> THE PROBLEM
Beginning with the first line of the material, set down each line exactly as written, up to and including the line with "workings have no".

> MATERIAL SHOWN
def read_workings(source: object, *, dates: str | None = None) -> Workings:
    """Read hand workings: a file, a folder of them, or a workbook with a sheet per cadet.

    The sight's own columns go through :func:`navred.read_sight_log` (every rule of the sight
    log); the worked lines are its extra columns, each distinct cell read once. A row whose
    sight cannot be read is rejected there; a line that cannot be read is listed in
    ``unreadable`` (and marked wrong, with the reason).
    """
    lines = [*WORKED_FORMS, *(line.removesuffix("_worked") for line in WORKED_FORMS)]
    log = read_sight_log(source, dates=dates, all_sheets=True, also_reads=lines)
    table = log.table
    n = len(table)
    headers = _worked_headers(log)
    missing = [line for line in REQUIRED_LINES if line not in headers]
    if missing:
        raise NavredError(f"the workings have no column for {', '.join(missing)} (every working gives Zn, Ho and the "
                          f"intercept; see docs/marking.md); their columns: {', '.join(log.extra_columns) or 'none'}")
    given: dict[str, np.ndarray] = {}
    text: dict[str, np.ndarray] = {}
    problems = []
    # a file whose separator allows a decimal comma gives every column, the worked lines too, with one
    commas = {t.source: t.decimal_comma for t in log.tables}
    comma = table["source"].map(commas).fillna(False).to_numpy(dtype=bool)
    for line, column in headers.items():
        cells = table[column].astype(str).to_numpy(dtype=object)
        text[line] = cells
        codes, distinct = pd.factorize(pd.Series(cells, dtype=object) + np.where(comma, "\x00,", "\x00."))
        values, reasons = [], {}
        for u, keyed in enumerate(distinct.tolist()):
            cell, flag = keyed[:-2], keyed[-1] == ","
            if not str(cell).strip():
                values.append(None)
                continue
            try:
                values.append(parse_worked(line, str(cell), flag))
            except (NavredError, ValueError) as exc:
                values.append(None)
                reasons[u] = str(exc)
        if line == "utc_worked":
            out = np.full(n, np.datetime64("NaT"), dtype="datetime64[ns]")
        else:
            out = np.full(n, np.nan)
        for u, value in enumerate(values):
            if value is not None:
                out[codes == u] = value
        given[line] = out
        for u, reason in reasons.items():
            for i in np.flatnonzero(codes == u).tolist():
                problems.append((table["source"].iloc[i], int(table["row"].iloc[i]), line, cells[i], reason))
    unreadable = pd.DataFrame(problems, columns=["source", "row", "line", "value", "reason"])
    return Workings(log, given, text, unreadable, _cadets(table))


def _cadets(table: pd.DataFrame) -> np.ndarray:
    """Each row's cadet: the observer as written, else the sheet of a class workbook, else the file."""
    observers = table["observer"].astype(str).to_numpy(dtype=object) if "observer" in table else \
        np.full(len(table), "", dtype=object)
    sources = table["source"].astype(str).to_numpy(dtype=object)
    named = []
    for source in sources.tolist():
        sheet = re.search(r"\(sheet '(.*)'\)$", source)
        named.append(sheet.group(1) if sheet else Path(source).stem)
    return np.where(observers != "", observers, np.array(named, dtype=object))


# --- marking ------------------------------------------------------------------------------------------

def _sights(table: pd.DataFrame) -> SightsToMark:
    def floats(name, default=np.nan):
        return table[name].to_numpy(dtype=float) if name in table else np.full(len(table), default)

    feet = np.array([_feet(v) for v in table["eye_height_as_given"].astype(str).tolist()]) \
        if "eye_height_as_given" in table else np.full(len(table), np.nan)
    return SightsToMark(
        body=table["body_name"].to_numpy(dtype=object), limb=table["limb"].to_numpy(dtype=object),
        horizon=table["horizon"].to_numpy(dtype=object), hs_deg=floats("hs_deg"),
        index_error_arcmin=np.nan_to_num(floats("index_error_arcmin")),
        eye_height_m=np.nan_to_num(floats("eye_height_m")), eye_height_ft=feet,
        temperature_c=floats("temperature_c", 10.0), pressure_hpa=floats("pressure_hpa", 1010.0),
        utc=table["sight_utc"].dt.tz_convert(None).to_numpy().astype("datetime64[ns]"),
        zone_description_h=floats("zone_description_used_h"), watch_error_s=floats("watch_error_applied_s", 0.0),
        dr_lat_deg=floats("dr_lat_deg"), dr_lon_deg=floats("dr_lon_deg"), dut1_s=floats("dut1_given_s"))


def _feet(text: str) -> float:
    """The number of a height of eye given in feet ('9.2 feet'), else NaN."""
    found = re.match(r"^\s*([\d.]+)\s*(feet|foot|ft)\b", text, re.IGNORECASE)
    return float(found.group(1)) if found else np.nan


@api_boundary
def mark_workings(source: object, *, dates: str | None = None, exam: bool = False) -> MarkingReport:
    """Read and mark hand workings: every line judged, the first wrong one named with its cause.

    ``exam``: leave out the expected fix and any reference position (a marking sheet handed back
    in an examination shows the cadet's own lines and verdicts only)."""
    workings = read_workings(source, dates=dates)
    table = workings.log.table
    ok = (table["read_problem"] == "").to_numpy()
    rows = np.flatnonzero(ok)
    marked = table.iloc[rows].reset_index(drop=True)
    given = {line: values[rows] for line, values in workings.given.items()}
    marks = mark(_sights(marked), given) if len(marked) else None
    unreadable = workings.unreadable
    verdict = marks.verdict.copy() if marks is not None else np.zeros((0, len(LINES)), dtype=object)
    cause = marks.cause.copy() if marks is not None else np.zeros((0, len(LINES)), dtype=object)
    # a line that could not be read is wrong, for that reason; a required line not given is wrong too
    position = {(s, r): i for i, (s, r) in enumerate(zip(marked["source"], marked["row"]))}
    for item in unreadable.itertuples():
        i = position.get((item.source, item.row))
        if i is not None:
            k = LINES.index(item.line)
            verdict[i, k], cause[i, k] = WRONG, f"cannot be read: {item.reason}"
    for line in REQUIRED_LINES:  # (a line that could not be read is wrong already)
        k = LINES.index(line)
        absent = verdict[:, k] == NOT_GIVEN
        verdict[absent, k], cause[absent, k] = WRONG, "not given: every working gives Zn, Ho and the intercept"
    if marks is not None:
        marks.verdict, marks.cause = verdict, cause
        wrong = verdict == WRONG
        first = np.where(wrong.any(axis=1), np.argmax(wrong, axis=1), -1)
        marks.first_wrong_line = np.array([LINES[f] if f >= 0 else "" for f in first.tolist()], dtype=object)
        marks.first_cause = np.array([cause[i, f] if f >= 0 else "" for i, f in enumerate(first.tolist())],
                                     dtype=object)
    cadets = workings.cadet[rows]
    row_table, line_table = _tables(marked, marks, workings, rows, cadets)
    report = MarkingReport(workings, marks, row_table, line_table, _by_cause(row_table), _by_cadet(row_table),
                           _fixes(marked, marks, cadets, exam), workings.log.rejected, exam)
    report.provenance = {"workings": ", ".join(workings.log.sources), "read": workings.log.summary(),
                         "marked": report.summary(),
                         "exam mode": "yes: the expected fix and reference positions are left out" if exam else "no"}
    return report


def _text_value(line: str, value) -> str:
    """A line's value written as a cadet writes it."""
    if line == "utc_worked":
        return "" if np.isnat(value) else str(np.datetime64(value, "s")).replace("T", " ")
    if value != value:
        return ""
    if line in ("ap_lat",):
        return format_angle(value, "lat")
    if line in ("ap_lon",):
        return format_angle(value, "lon")
    if line in ("dec_worked", "dec_hour_worked"):
        return format_angle(value, "dec")
    if line in ("zn_worked", "tab_z_worked"):
        return f"{value:.1f}°"
    if line == "intercept_worked":
        return f"{abs(value):.1f} {'TOWARD' if value >= 0 else 'AWAY'}"
    if line in DEGREE_LINES:
        return format_angle(value, "signed" if line in ("ha_worked", "ho_worked", "tab_hc_worked", "hc_worked")
                            else "angle")
    return f"{value:+.1f}′"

> ANSWER BOX
def read_workings(source: object, *, dates: str | None = None) -> Workings:
    """Read hand workings: a file, a folder of them, or a workbook with a sheet per cadet.

    The sight's own columns go through :func:`navred.read_sight_log` (every rule of the sight
    log); the worked lines are its extra columns, each distinct cell read once. A row whose
    sight cannot be read is rejected there; a line that cannot be read is listed in
    ``unreadable`` (and marked wrong, with the reason).
    """
    lines = [*WORKED_FORMS, *(line.removesuffix("_worked") for line in WORKED_FORMS)]
    log = read_sight_log(source, dates=dates, all_sheets=True, also_reads=lines)
    table = log.table
    n = len(table)
    headers = _worked_headers(log)
    missing = [line for line in REQUIRED_LINES if line not in headers]
    if missing:
        raise NavredError(f"the workings have no column for {', '.join(missing)} (every working gives Zn, Ho and the "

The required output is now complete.